In 2015, President Obama signed the Medicare Access and CHIP Reauthorization Act (MACRA) into law. The legislative support for the bill’s passing was overwhelmingly bipartisan, indicating its significance in the effort to reform health care in the United States. Changes are coming that will affect the dynamics of Medicare reporting and reimbursement in behavioral health. Eligible providers will need to do their due diligence very soon in determining what requirements affect them and how to become compliant, starting with a canvassing of the basics.
What are MACRA and MIPS?
MACRA is a federal program that redesigns several Medicare-related reporting and reimbursement structures. Most notably, it ends the current reimbursement schedules under the Sustainable Growth Rate (SGR) program and lays the framework for a new performance-based system to replace it—the idea being that reimbursement should be based on quality, value, and accountability instead of volume, as seen in the pay-for-service model of SGR.
Under MACRA, several existing programs, such as PQRS, Meaningful Use, and VBPM will be streamlined into one Merit-Based Incentive Payment System (MIPS). Medicare reimbursements will be adjusted based on performance in four key categories: quality, meaningful use, clinical improvement, and resources used.
More details on how performance categories are weighted can be found here.

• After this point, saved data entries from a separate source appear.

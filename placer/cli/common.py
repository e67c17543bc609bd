"""What every command shares: exit codes, consoles, the history path, the rotor options of
tolerance and trial, and the notes said after a command's work."""

from __future__ import annotations

import argparse
import math
import sys
from pathlib import Path

from placer.errors import InputError, shown, shown_path
from placer.limits import (
    MAX_MAGNITUDE,
    MIN_MAGNITUDE,
)

EXIT_OK, EXIT_OUTSIDE, EXIT_BAD_INPUT, EXIT_LIMIT = 0, 1, 2, 3
EXIT_UNTRUSTED = 4
"""placer field: the plan comes from data that fails the checks (before exit code 1)."""


def check_positive(*pairs: tuple[str, float]) -> None:
    """Command-line quantities must be positive and in the range every file is held to."""
    for name, value in pairs:
        if not (math.isfinite(value) and MIN_MAGNITUDE <= value <= MAX_MAGNITUDE):
            raise InputError(f"is {value:g}", option=name,
                             expected="a number above zero, between 1e-12 and 1e12")


def rich_console(width: int | None = None):
    """A rich console for the field view: 80 columns when not on a terminal.

    Parameters
    ----------
    width : int or None
        Columns asked for with --width; None for the terminal's own.
    """
    from rich.console import Console

    if width is None and not sys.stdout.isatty():
        width = 80
    return Console(width=width, highlight=False)


def db_path(args: argparse.Namespace) -> Path:
    """The history database a command uses: --db, else the default path.

    Parameters
    ----------
    args : argparse.Namespace
        The parsed command line.
    """
    from placer.io.historyfile import default_db_path

    return Path(args.db) if args.db else default_db_path()


def plain_console(width: int | None = None):
    """The plain console of the job, blade and history views.

    Parameters
    ----------
    width : int or None
        Columns asked for with --width; None for the terminal's own (80 when piped).
    """
    from placer.views.terminal.plain import console

    return console(width)


def metric_options(args: argparse.Namespace) -> tuple[float, float | None, "object"]:
    """Rotor mass [kg], radius [mm] (None when not given) and the units to show, from
    whichever of --mass-kg/--mass-lb and --radius-mm/--radius-in was given.

    Parameters
    ----------
    args : argparse.Namespace
        The parsed command line of ``placer tolerance`` or ``placer trial``.
    """
    from placer.units import IMPERIAL, METRIC, UnitSystem, kg_from_lb, mm_from_in

    given = [(name, getattr(args, name)) for name in ("mass_kg", "mass_lb", "radius_mm",
                                                      "radius_in")
             if getattr(args, name, None) is not None]
    check_positive(*given)
    values = dict(given)
    mass_kg = values["mass_kg"] if "mass_kg" in values else kg_from_lb(values["mass_lb"])
    radius_mm = (values["radius_mm"] if "radius_mm" in values else
                 mm_from_in(values["radius_in"]) if "radius_in" in values else None)
    imperial = "mass_lb" in values or "radius_in" in values or getattr(
        args, "distances_in", None) is not None
    units = UnitSystem(args.units) if args.units else IMPERIAL if imperial else METRIC
    return mass_kg, radius_mm, units


def print_plain(render, width: int | None, *values) -> None:
    """Print a history view: the terminal's width on a terminal, else 80 columns trimmed.

    Parameters
    ----------
    render : callable
        The view, called with ``*values`` and the console.
    width : int or None
        Columns asked for with --width.
    *values
        What the view shows.
    """
    from placer.views.terminal.plain import finish

    console = plain_console(width)
    render(*values, console)
    finish(console)


def print_result(args: argparse.Namespace, result, json_of, render) -> None:
    """Print a result as JSON (--json) or through its terminal view.

    Parameters
    ----------
    args : argparse.Namespace
        The parsed command line (``json``, ``width``).
    result : object
        What the command computed.
    json_of : callable
        The result's JSON shape (:mod:`placer.io.jsonout`).
    render : callable
        Its terminal view, called with the result and a console.
    """
    if args.json:
        from placer.io.values import json_text

        print(json_text(json_of(result), indent=2))
        return
    from placer.views.terminal.plain import finish

    console = plain_console(args.width)
    render(result, console)
    finish(console)


def say_written(what: str, paths) -> None:
    """Say on stderr which files a sheet or report went to, then what its font could not draw.

    Parameters
    ----------
    what : str
        "sheet" or "visit report".
    paths : iterable of Path
        The files written (a file named twice is said once).
    """
    files = ", ".join(dict.fromkeys(shown_path(path) for path in paths))
    print(f"placer: {what} written to {files}", file=sys.stderr)
    say_undrawn()


def say_undrawn() -> None:
    """Say once which text of a sheet just written had characters its font cannot draw."""
    from placer.views.sheet.glyphs import REPLACEMENT, take_undrawn

    texts = take_undrawn()
    if texts:
        others = f" (and {len(texts) - 1} other texts)" if len(texts) > 1 else ""
        print(f"placer: note: the sheet's font cannot draw some characters of "
              f"'{shown(texts[0])}'{others}; they are shown as '{REPLACEMENT}'", file=sys.stderr)


def say_rolled_back(db) -> None:
    """Tell the user when opening the history rolled back a save left unfinished.

    Parameters
    ----------
    db : placer.io.history.History
        The history just opened.
    """
    if db.rolled_back:
        print(f"placer: a save left unfinished in {shown_path(db.path)} was rolled back; the "
              "visits "
              "saved before it are as they were", file=sys.stderr)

Who is an eligible provider?
The 2017 reporting year will include the following professionals:
- Physicians (including psychiatrists)
- Nurse practitioners
- Physician assistants
- Clinical nurse specialists
In contrast, the following professionals will not be considered eligible in the 2017 reporting year:
- Providers who fall beneath the CMS low-volume threshold
- Qualifying advanced APM clinicians
- First-year Medicare providers
- Clinical psychologists and licensed clinical social workers
- Hospitals and facilities
- Clinicians and groups who are not paid under the Physician Fee Schedule
What is the immediate timeline?
Eligible providers can begin collecting performance data as early as January 1, 2017, or at any time between then and October 2, 2017. The deadline for performance data submission is March 31, 2018, with the first Medicare reimbursements based on performance data scheduled for January 1, 2019. Payments will be adjusted up, down, or not at all depending on the qualifying performance track.
More on performance tracking here.
CMS has stated that 2017 will be a “learning year”. Details for 2020 payments and beyond will be released at a future date.
Quality measures are becoming the new standard for healthcare reimbursement, and CMS’s push toward value-based care is a strong indication of how future systems and legislation will develop. Regardless of the circumstances that practices find themselves in after the rollout of MACRA, behavioral healthcare providers that proactively transition toward value-based care will be better prepared if (and when) similar programs eventually pertain to them as well.